There isn't much more context.  Just that one person is upset that the other person is leaving for the US, so she says he's going to "la casa del carajo".


----------



## Cubanboy

I think that's like saying ''he's going to hell''.


----------



## Txiri

It's not a fixed phrase, so I think you can interpret it as whatever evil she believes one can find there.  

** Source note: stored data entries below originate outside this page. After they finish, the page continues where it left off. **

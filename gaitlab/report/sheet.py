"""The bench sheet: one A4 page that goes to the workshop, drawn from a saved run."""

from __future__ import annotations

from pathlib import Path

import numpy as np
from matplotlib.axes import Axes
from matplotlib.figure import Figure

from gaitlab.errors import InputError, must
from gaitlab.report.cautions import CAUTIONS, ESTIMATES
from gaitlab.report.paper import Paper
from gaitlab.report.run_folder import SavedRun
from gaitlab.report.sheet_content import SheetContent, TubeRow, row_text, sheet_content
from gaitlab.report.style import BLUE, INK, MUTED, SERIES, bare, figure_bytes, styled
from gaitlab.report.tube_plan import draw_tube_plan
from gaitlab.report.words import KPA, MM, number

A4_MM = (210.0, 297.0)
LEFT, WIDTH = 13.0, 184.0
GUTTER = 7.0
HALF = 0.5 * (WIDTH - GUTTER)
RIGHT = LEFT + HALF + GUTTER
BOTTOM = 291.0
TYPE_SCALES = (1.0, 0.95, 0.9, 0.85, 0.8, 0.75, 0.7)  # the first at which everything fits is taken
TABLE_MM = 44.0  # height the tube table may take; more rows are set tighter
ROWS_WIDE = 8  # more tubes than this go into two tables side by side
COLUMNS = (24.0, 26.0, 18.0, 36.0, 36.0, 22.0, 22.0)
HEADS = (
    "from",
    "to inlet",
    "cut, mm",
    "after output 1, s (phase)",
    "gauge should swing, kPa",
    "measured low",
    "measured high",
)
HALF_COLUMNS = (17.5, 17.0, 12.0, 24.0, 18.0)
HALF_HEADS = ("from", "to inlet", "cut, mm", "after 1, s (phase)", "gauge, kPa")


def bench_sheet(run: SavedRun) -> Figure:
    """The sheet as a figure of A4 size, in the largest type that leaves room for all of it."""
    content = sheet_content(run)
    with styled():
        for scale in TYPE_SCALES:
            paper = Paper.blank(*A4_MM, type_scale=scale)
            if _draw_all(paper, run, content) <= BOTTOM:
                break
    return paper.figure


def _draw_all(paper: Paper, run: SavedRun, content: SheetContent) -> float:
    y = _draw_head(paper, content)
    y = _draw_tubes(paper, content, y + 3.0)
    y = _draw_middle(paper, run, content, y + 4.0)
    y = _draw_orientation(paper, content, y + 3.0)
    y = max(_draw_assembly(paper, content, y + 3.0), _draw_faults(paper, content, y + 3.0))
    return _draw_cautions(paper, y + 3.5)


def sheet_files(run: SavedRun, pdf: Path) -> dict[Path, bytes]:
    """The sheet's bytes by file: `pdf` and a PNG of the same name beside it.

    Raises InputError when `pdf` does not end in .pdf.
    """
    if pdf.suffix.lower() != ".pdf":
        raise InputError(must("file of the sheet", "named .pdf", pdf.name))
    figure = bench_sheet(run)
    return {pdf: figure_bytes(figure, ".pdf"), pdf.with_suffix(".png"): figure_bytes(figure, ".png", dpi=150)}


def _draw_head(paper: Paper, content: SheetContent) -> float:
    paper.box(0.0, 0.0, A4_MM[0], 24.0, fill="#e9eef2", edge="none")
    paper.line(LEFT, 9.0, "BENCH SHEET", size=8.0, bold=True, colour=MUTED)
    paper.line(LEFT + WIDTH, 9.0, "built by ____________  on ____________", size=7.5, colour=MUTED, align="right")
    paper.line(LEFT, 16.2, content.title, size=16.0, bold=True, width=WIDTH)
    paper.line(LEFT, 21.2, content.subtitle, size=7.2, colour=MUTED, width=WIDTH)
    return 24.0


def _draw_tubes(paper: Paper, content: SheetContent, y: float) -> float:
    bore = number(MM * content.bore_m)
    y = paper.heading(LEFT, y, f"1  Tubes, bore {bore} mm: which output goes to which inlet", width=WIDTH)
    rows = [_cells(row) for row in content.tubes]
    if len(rows) <= ROWS_WIDE:
        row_mm = paper.type_scale * min(6.0, TABLE_MM / max(len(rows), 1))
        below = paper.table(
            LEFT, y, COLUMNS, rows, heads=HEADS, row_mm=row_mm, size=min(9.0, 1.6 * row_mm / paper.type_scale)
        )
    else:
        below = _draw_two_tables(paper, [row[: len(HALF_HEADS)] for row in rows], y)
    if content.open_inlets:
        words = f"Open to atmosphere, no tube: {', '.join(content.open_inlets)}."
        below = paper.paragraph(LEFT, below, words, width=WIDTH, size=7.6)
    return below


def _draw_two_tables(paper: Paper, rows: list[tuple[str, ...]], y: float) -> float:
    half = (len(rows) + 1) // 2
    row_mm = paper.type_scale * min(5.0, TABLE_MM / half)
    size = min(7.4, 1.75 * row_mm / paper.type_scale)
    ends = [
        paper.table(x, y, HALF_COLUMNS, part, heads=HALF_HEADS, row_mm=row_mm, size=size)
        for x, part in ((LEFT, rows[:half]), (RIGHT, rows[half:]))
    ]
    return max(ends)


def _cells(row: TubeRow) -> tuple[str, ...]:
    source, inlet = row_text(row)
    moment = f"{number(row.delay_s, 2)}  ({number(row.phase, 2)})" if np.isfinite(row.phase) else "–"
    swing = f"{number(row.least_Pa / KPA)} – {number(row.peak_Pa / KPA)}"
    return source, inlet, number(MM * row.length_m, 0), moment, swing, "", ""


def _draw_middle(paper: Paper, run: SavedRun, content: SheetContent, y: float) -> float:
    """Plan and gauge curves at the left, the expected figures at the right."""
    top = paper.heading(LEFT, y, "2  Plan from above, ring block drawn aside", width=HALF)
    draw_tube_plan(bare(paper.inset(LEFT + 10.0, top + 2.0, HALF - 11.0, 42.0)), run.robot, run.best.wiring)
    below = paper.heading(RIGHT, y, "3  What to expect", width=HALF)
    for name, value in content.expected:
        start = below
        below = paper.paragraph(RIGHT + 17.0, start, value, width=HALF - 17.0, size=7.6) + 0.7
        paper.paragraph(RIGHT, start, name, width=17.0, size=7.6, bold=True)
    chart = max(below + 3.5, y + 30.0)
    _draw_gauges(bare(paper.inset(RIGHT + 10.0, chart, HALF - 12.5, max(y + 55.0 - chart - 4.0, 17.0))), run)
    return max(y + 57.0, chart + 24.0)


def _draw_gauges(ax: Axes, run: SavedRun) -> None:
    """Vacuum at every port over one period, as fast gauges would draw it."""
    rows = run.ring.output_vacuum_Pa
    phase = np.arange(rows.shape[1] + 1) / rows.shape[1]
    styles = ("-", "--", "-.", ":")
    for k, row in enumerate(rows):
        wave = np.append(row, row[0]) / KPA
        ax.plot(phase, wave, color=SERIES[k % len(SERIES)], ls=styles[k % len(styles)], lw=1.1)
        top = int(np.argmax(wave[:-1]))
        ax.text(phase[top], wave[top] + 1.0, str(k + 1), fontsize=6.5, ha="center", va="bottom", color=INK)
    ax.set_xlim(0, 1)
    ax.set_ylim(bottom=0, top=1.18 * float(rows.max()) / KPA)
    ax.set_xlabel("phase (periods), numbers: outputs", fontsize=7, labelpad=1)
    ax.set_ylabel("vacuum (kPa)", fontsize=7)
    ax.tick_params(labelsize=6.5, length=2)


def _draw_orientation(paper: Paper, content: SheetContent, y: float) -> float:
    below = y + 2.2
    below = paper.paragraph(
        LEFT + 3.0, below, "4  Which way round the ring block goes", width=WIDTH - 6.0, size=9.0, bold=True
    )
    for k, words in enumerate(content.orientation):
        below = paper.paragraph(LEFT + 3.0, below + 0.5, words, width=WIDTH - 6.0, size=8.0, bold=k == 1)
    paper.box(LEFT, y, WIDTH, below - y + 2.6, fill="#fdf3e1", edge="#e69f00", radius=1.5)
    return below + 2.6


def _draw_assembly(paper: Paper, content: SheetContent, y: float) -> float:
    y = paper.heading(LEFT, y, "5  Order of assembly", width=HALF)
    for k, words in enumerate(content.assembly):
        paper.paragraph(LEFT, y, str(k + 1), width=5.0, size=7.6, bold=True)
        y = paper.paragraph(LEFT + 5.0, y, words, width=HALF - 5.0, size=7.6) + 0.8
    return y


def _draw_faults(paper: Paper, content: SheetContent, y: float) -> float:
    y = paper.heading(RIGHT, y, "6  When it does not walk, check first", width=HALF)
    for name, words in content.faults:
        y = paper.paragraph(RIGHT, y, name, width=HALF, size=7.6, bold=True)
        y = paper.paragraph(RIGHT, y, words, width=HALF, size=7.4) + 0.8
    return y


def _draw_cautions(paper: Paper, y: float) -> float:
    top, half = y, (WIDTH - 9.0) / 2
    y = paper.paragraph(LEFT + 3.0, y + 0.8, "Cautions", width=30.0, size=8.6, bold=True) + 0.4
    ends = []
    for column in (0, 1):
        below, x = y, LEFT + 3.0 + column * (half + 3.0)
        for name, words in CAUTIONS[3 * column : 3 * column + 3]:
            below = paper.paragraph(x, below, f"{name}: {words}", width=half, size=6.7) + 0.4
        ends.append(below)
    below = paper.paragraph(LEFT + 3.0, max(ends) + 0.3, ESTIMATES, width=WIDTH - 6.0, size=6.9, bold=True)
    paper.box(LEFT, top, WIDTH, below - top + 2.2, fill="#f6f7f8", edge=BLUE, radius=1.5)
    return below + 2.2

Vete al carajo = ~ go to the devil


----------



## spanishtoenglish

Yeah, you made me think of the phrase "the devil's playground".  I like that idea for now (unless someone else gives me a better option).  

Thanks!


----------



## Punto Fijo

Spanishtoenglish,

*Carajo* does not have to do with devil neither evil, but it is just a place not so good.
*Carajo* by definition is the highest point of a mast/pole of a sail ship.
It was a place for punishment of sailors due to bad behavior

I have not ever heard anybody saying:  "casa del carajo". 

Carajo nowadays has many meanings 

I have heard:
*Esa casa está del carajo*: that house is very good
*vete pal carajo*: get out of here and go to a place not so good (but definitley it is not hell) 
*me voy pal carajo:* me voy de aquí 

In dictionaries you can find the definition of *carajo*


----------



## spanishtoenglish

Hola Punto Fijo:
I never heard that Carajo was the highest point on a mast. Thanks for sharing that!

The RAE says it means: 
*1. *m. malson. Miembro viril.

*2. *m. despect. malson._ Col._,_ C. Rica_,_ Hond._ y_ Ven._ U. para suplir el nombre de un 
hombre que no se quiere mencionar para desvalorizarlo.

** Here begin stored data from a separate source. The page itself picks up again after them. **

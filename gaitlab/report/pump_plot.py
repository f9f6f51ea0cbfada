"""Where the pump works: its curve, what the ring draws on average, and the vacuum that leaves."""

from __future__ import annotations

from collections.abc import Sequence

from matplotlib.figure import Figure

from gaitlab.report.style import BLUE, INK, ORANGE, bare, new_figure, styled

KPA = 1e3
L_MIN = 60e3  # L/min per m³/s


def pump_working_point(
    *,
    curve_vacuum_Pa: Sequence[float],
    curve_flow_m3_s: Sequence[float],
    mean_vacuum_Pa: float,
    least_vacuum_Pa: float,
    mean_flow_m3_s: float,
    title: str = "Pump at work",
) -> Figure:
    """The pump's curve, free-air flow [L/min ANR] against gauge vacuum [kPa], with the ring's mean draw on it.

    The bar reaches from the least vacuum of a period to the mean. Flows are free air (ISO 8778 reference atmosphere).
    """
    with styled():
        figure = new_figure(130, 85)
        ax = figure.subplots()
        ax.plot(
            [v / KPA for v in curve_vacuum_Pa], [q * L_MIN for q in curve_flow_m3_s], color=BLUE, lw=2, label="pump"
        )
        flow, mean, least = mean_flow_m3_s * L_MIN, mean_vacuum_Pa / KPA, least_vacuum_Pa / KPA
        ax.plot([least, mean], [flow, flow], color=ORANGE, lw=4, alpha=0.5, label="from least to mean vacuum")
        ax.plot(mean, flow, ls="", marker="o", ms=8, mfc="white", mec=ORANGE, mew=2, label="ring, mean of a period")
        ax.annotate(
            f"{flow:.2g} L/min at {mean:.1f} kPa",
            (mean, flow),
            textcoords="offset points",
            xytext=(-10, 12),
            ha="right",
            color=INK,
        )
        ax.set_xlim(left=0)
        ax.set_ylim(bottom=0)
        ax.set_xlabel("gauge vacuum at the manifold (kPa)")
        ax.set_ylabel("free-air flow (L/min ANR)")
        ax.set_title(title)
        ax.legend(loc="upper right")
        bare(ax, grid="both")
    return figure
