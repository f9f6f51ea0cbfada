"""The path of the body from above, and the feet over time: a foot that carries weight and still moves is slipping."""

from __future__ import annotations

import numpy as np
from matplotlib.axes import Axes
from matplotlib.figure import Figure

from gaitlab.gait.records import Trace
from gaitlab.report.style import BLUE, INK, MUTED, ORANGE, bare, new_figure, styled

MM = 1e3


def body_path(trace: Trace, *, title: str = "Path from above") -> Figure:
    """Above: path of the first block's centre [mm] and the feet's tracks, thick orange where a loaded foot slid.

    Below: how far forward each foot is against time; a standing foot without slip is a level line.
    """
    with styled():
        figure = new_figure(170, 150)
        above, along = figure.subplots(2, 1, height_ratios=[1.0, 1.35])
        _draw_feet_above(above, trace)
        _draw_trunk(above, trace)
        above.set_title(title, pad=20)
        _draw_feet_along(along, trace)
        along.set_title("Feet over time")
    return figure


def _draw_trunk(ax: Axes, trace: Trace) -> None:
    x, y = MM * trace.position_m[:, 0, 0], MM * trace.position_m[:, 0, 1]
    ax.plot(x, y, color=BLUE, lw=1.8, label="body")
    stops = np.arange(trace.time_s[0], trace.time_s[-1] + 1e-9, trace.period_s)
    at_x, at_y = np.interp(stops, trace.time_s, x), np.interp(stops, trace.time_s, y)
    ax.plot(at_x, at_y, ls="", marker="o", ms=4.5, mfc="white", mec=BLUE, label="body, every period")
    ax.annotate("", xy=(x[-1], y[-1]), xytext=(x[-2], y[-2]), arrowprops={"arrowstyle": "-|>", "color": INK})
    ax.set_xlabel("forward x (mm)")
    ax.set_ylabel("left y (mm)")
    ax.set_aspect("equal", adjustable="datalim")
    ax.legend(loc="lower right", bbox_to_anchor=(1.0, 1.0), ncols=3, borderaxespad=0.2)
    bare(ax, grid="both")


def _draw_feet_above(ax: Axes, trace: Trace) -> None:
    for column, foot in enumerate(trace.feet):
        track = MM * trace.foot_m[:, column, :2]
        sliding = np.where(trace.loaded[:, column, None], track, np.nan)
        label = "foot under load" if column == 0 else None
        ax.plot(track[:, 0], track[:, 1], color=MUTED, lw=0.5, alpha=0.6, zorder=1)
        ax.plot(sliding[:, 0], sliding[:, 1], color=ORANGE, lw=2.2, solid_capstyle="round", label=label)
        ax.annotate(foot, track[0], textcoords="offset points", xytext=(0, 8), ha="center", fontsize=8, color=MUTED)


def _draw_feet_along(ax: Axes, trace: Trace) -> None:
    for column, foot in enumerate(trace.feet):
        x = MM * trace.foot_m[:, column, 0]
        ax.plot(trace.time_s, x, color=MUTED, lw=0.7)
        ax.plot(trace.time_s, np.where(trace.loaded[:, column], x, np.nan), color=ORANGE, lw=2.6)
        ax.text(trace.time_s[-1], x[-1], f"  {foot}", va="center", fontsize=8, color=INK)
    for stop in np.arange(trace.time_s[0], trace.time_s[-1] + 1e-9, trace.period_s):
        ax.axvline(stop, color=MUTED, lw=0.6, ls=":")
    ax.set_xlabel("time since the gait began (s), dotted: whole periods")
    ax.set_ylabel("forward x of foot (mm)")
    bare(ax, grid="y")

I know carajo doesn't literally mean evil or devil. Do you have a better suggestion for how you would say "casa del carajo" (meaning the USA) in English?


Thanks!


----------



## gengo

Punto Fijo said:


> *Carajo* by definition is the highest point of a mast/pole of a sail ship.
> It was a place for punishment of sailors due to bad behavior



¿Me podrías decir de dónde sacaste esa definición?  No aparece en el DRAE, y los diccionarios que yo tengo dan "cofa (de vigía)" por crow's nest.  No es que te estoy dudando, sino que me gustaría saber si realmente se usa la palabra en ese sentido.

As to the original question, I think something like "Going to that hellhole" would probably suffice, as it just sounds like a general derogatory phrase.


----------



## godelcah

Generalmente se refiere a la distancia: _muy lejos: está en casa del diablo._
_Luego, en coloquial y gorcero está en casa de la chingada.o)_


----------



## chileno

gengo said:


> ¿Me podrías decir de dónde sacaste esa definición?  No aparece en el DRAE, y los diccionarios que yo tengo dan "cofa (de vigía)" por crow's nest.  No es que te estoy dudano, sino que me gustaría saber si realmente se usa la palabra en ese sentido.
> 
> As to the original question, I think something like "Going to that hellhole" would probably suffice, as it just sounds like a general derogatory phrase.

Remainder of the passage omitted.